:: What the exercise asks ::
Nothing but the lines holding the string "times" should appear in the answer. Copy them from the entries.

(Stored data entries)
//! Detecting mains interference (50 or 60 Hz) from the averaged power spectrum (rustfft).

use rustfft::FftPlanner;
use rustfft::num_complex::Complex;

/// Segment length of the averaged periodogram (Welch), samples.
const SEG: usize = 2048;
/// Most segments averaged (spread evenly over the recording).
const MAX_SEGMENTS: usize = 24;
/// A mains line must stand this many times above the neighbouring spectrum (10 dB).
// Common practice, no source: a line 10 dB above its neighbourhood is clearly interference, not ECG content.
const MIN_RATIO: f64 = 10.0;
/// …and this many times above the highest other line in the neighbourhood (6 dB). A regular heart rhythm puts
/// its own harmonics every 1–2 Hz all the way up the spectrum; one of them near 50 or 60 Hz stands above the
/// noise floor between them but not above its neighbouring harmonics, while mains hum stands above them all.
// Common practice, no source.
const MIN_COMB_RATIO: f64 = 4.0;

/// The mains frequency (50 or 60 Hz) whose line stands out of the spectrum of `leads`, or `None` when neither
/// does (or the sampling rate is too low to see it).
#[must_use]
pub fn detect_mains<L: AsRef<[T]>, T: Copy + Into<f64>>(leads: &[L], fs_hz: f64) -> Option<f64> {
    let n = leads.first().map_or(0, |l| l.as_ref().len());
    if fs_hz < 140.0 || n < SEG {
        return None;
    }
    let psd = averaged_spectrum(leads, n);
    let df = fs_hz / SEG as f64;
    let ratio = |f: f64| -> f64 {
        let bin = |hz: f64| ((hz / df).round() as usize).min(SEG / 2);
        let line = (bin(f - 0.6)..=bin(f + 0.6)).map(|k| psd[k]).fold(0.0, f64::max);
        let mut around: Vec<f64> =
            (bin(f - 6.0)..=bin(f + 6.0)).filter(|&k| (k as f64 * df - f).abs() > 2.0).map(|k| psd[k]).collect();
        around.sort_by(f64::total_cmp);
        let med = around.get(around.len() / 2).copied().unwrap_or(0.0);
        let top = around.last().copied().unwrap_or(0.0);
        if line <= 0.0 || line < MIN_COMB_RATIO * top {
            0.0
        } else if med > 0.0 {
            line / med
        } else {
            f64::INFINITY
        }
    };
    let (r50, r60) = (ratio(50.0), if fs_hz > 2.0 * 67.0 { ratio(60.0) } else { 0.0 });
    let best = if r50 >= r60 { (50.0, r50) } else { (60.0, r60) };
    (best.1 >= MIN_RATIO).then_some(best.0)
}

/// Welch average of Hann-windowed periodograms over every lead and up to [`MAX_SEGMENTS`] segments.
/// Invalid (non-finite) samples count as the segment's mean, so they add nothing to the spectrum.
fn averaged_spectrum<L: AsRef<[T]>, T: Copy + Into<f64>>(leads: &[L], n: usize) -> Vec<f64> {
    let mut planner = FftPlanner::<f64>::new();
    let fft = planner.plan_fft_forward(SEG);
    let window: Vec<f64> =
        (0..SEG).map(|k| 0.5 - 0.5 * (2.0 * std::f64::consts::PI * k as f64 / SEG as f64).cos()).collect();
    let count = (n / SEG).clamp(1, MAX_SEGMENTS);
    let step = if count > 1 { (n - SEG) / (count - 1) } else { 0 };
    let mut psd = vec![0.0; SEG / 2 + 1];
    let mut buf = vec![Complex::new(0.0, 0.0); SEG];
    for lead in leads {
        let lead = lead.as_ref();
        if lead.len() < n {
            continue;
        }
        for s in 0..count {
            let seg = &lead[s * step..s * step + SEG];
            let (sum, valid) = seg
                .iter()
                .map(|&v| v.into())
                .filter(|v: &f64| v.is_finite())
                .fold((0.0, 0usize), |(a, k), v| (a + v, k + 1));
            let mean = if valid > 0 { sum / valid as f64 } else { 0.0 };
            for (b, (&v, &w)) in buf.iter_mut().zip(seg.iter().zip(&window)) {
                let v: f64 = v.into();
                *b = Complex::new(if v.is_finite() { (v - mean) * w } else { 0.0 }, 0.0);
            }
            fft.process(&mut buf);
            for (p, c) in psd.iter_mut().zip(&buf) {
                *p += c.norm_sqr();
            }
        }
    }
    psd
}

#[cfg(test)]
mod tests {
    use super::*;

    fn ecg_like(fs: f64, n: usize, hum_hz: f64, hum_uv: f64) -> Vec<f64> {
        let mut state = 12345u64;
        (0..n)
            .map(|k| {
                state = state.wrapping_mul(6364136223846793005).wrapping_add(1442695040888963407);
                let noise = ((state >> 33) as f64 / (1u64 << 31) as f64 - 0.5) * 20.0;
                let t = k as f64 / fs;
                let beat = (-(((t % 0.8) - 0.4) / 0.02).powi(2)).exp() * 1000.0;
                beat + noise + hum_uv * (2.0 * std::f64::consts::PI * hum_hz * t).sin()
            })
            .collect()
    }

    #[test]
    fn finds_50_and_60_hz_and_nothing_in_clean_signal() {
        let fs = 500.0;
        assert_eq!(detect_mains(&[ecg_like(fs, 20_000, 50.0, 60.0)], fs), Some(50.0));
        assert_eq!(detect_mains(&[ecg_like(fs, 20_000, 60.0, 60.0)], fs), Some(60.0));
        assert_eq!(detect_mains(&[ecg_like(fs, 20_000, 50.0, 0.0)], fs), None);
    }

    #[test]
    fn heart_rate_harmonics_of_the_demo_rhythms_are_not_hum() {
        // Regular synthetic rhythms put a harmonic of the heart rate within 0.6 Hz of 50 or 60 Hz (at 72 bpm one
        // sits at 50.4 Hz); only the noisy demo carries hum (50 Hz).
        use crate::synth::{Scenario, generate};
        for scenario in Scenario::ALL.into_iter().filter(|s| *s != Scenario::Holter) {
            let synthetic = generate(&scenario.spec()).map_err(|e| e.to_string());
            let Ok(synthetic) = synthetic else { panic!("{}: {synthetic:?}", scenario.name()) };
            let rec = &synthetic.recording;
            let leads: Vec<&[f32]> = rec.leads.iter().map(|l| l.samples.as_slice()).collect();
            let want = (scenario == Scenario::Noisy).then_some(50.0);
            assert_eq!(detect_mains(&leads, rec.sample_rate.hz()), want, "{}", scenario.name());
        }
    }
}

---

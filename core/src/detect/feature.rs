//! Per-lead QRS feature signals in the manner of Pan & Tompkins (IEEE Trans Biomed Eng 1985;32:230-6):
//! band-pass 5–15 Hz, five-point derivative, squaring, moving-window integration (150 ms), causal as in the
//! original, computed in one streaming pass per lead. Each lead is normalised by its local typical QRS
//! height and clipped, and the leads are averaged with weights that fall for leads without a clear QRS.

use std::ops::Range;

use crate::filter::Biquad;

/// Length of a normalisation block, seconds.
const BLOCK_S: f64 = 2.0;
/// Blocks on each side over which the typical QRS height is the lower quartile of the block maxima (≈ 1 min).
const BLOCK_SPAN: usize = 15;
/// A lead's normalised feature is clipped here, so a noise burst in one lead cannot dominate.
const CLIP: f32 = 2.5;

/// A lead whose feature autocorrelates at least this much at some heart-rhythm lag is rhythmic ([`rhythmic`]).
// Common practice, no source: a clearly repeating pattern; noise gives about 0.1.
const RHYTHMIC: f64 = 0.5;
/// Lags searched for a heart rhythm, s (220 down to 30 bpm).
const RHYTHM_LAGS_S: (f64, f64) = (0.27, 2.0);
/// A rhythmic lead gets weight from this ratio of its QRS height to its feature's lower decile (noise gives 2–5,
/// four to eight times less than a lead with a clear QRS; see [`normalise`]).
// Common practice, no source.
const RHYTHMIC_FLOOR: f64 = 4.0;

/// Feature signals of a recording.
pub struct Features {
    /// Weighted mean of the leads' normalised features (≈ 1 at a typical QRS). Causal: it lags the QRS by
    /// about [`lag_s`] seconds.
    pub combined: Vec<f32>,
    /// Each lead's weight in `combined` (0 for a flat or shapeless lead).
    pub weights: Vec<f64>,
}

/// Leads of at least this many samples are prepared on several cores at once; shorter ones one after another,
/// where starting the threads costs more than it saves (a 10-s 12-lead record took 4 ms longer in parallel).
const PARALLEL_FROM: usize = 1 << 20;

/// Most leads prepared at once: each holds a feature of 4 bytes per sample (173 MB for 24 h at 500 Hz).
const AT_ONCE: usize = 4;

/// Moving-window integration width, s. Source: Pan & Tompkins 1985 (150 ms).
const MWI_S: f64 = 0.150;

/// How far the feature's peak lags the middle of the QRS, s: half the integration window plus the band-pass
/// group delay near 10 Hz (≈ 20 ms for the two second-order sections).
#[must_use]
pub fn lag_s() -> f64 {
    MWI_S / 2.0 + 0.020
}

:: Problem solution ::
/// A mains line must stand this many times above the neighbouring spectrum (10 dB).
/// …and this many times above the highest other line in the neighbourhood (6 dB). A regular heart rhythm puts
/// four to eight times less than a lead with a clear QRS; see [`normalise`]).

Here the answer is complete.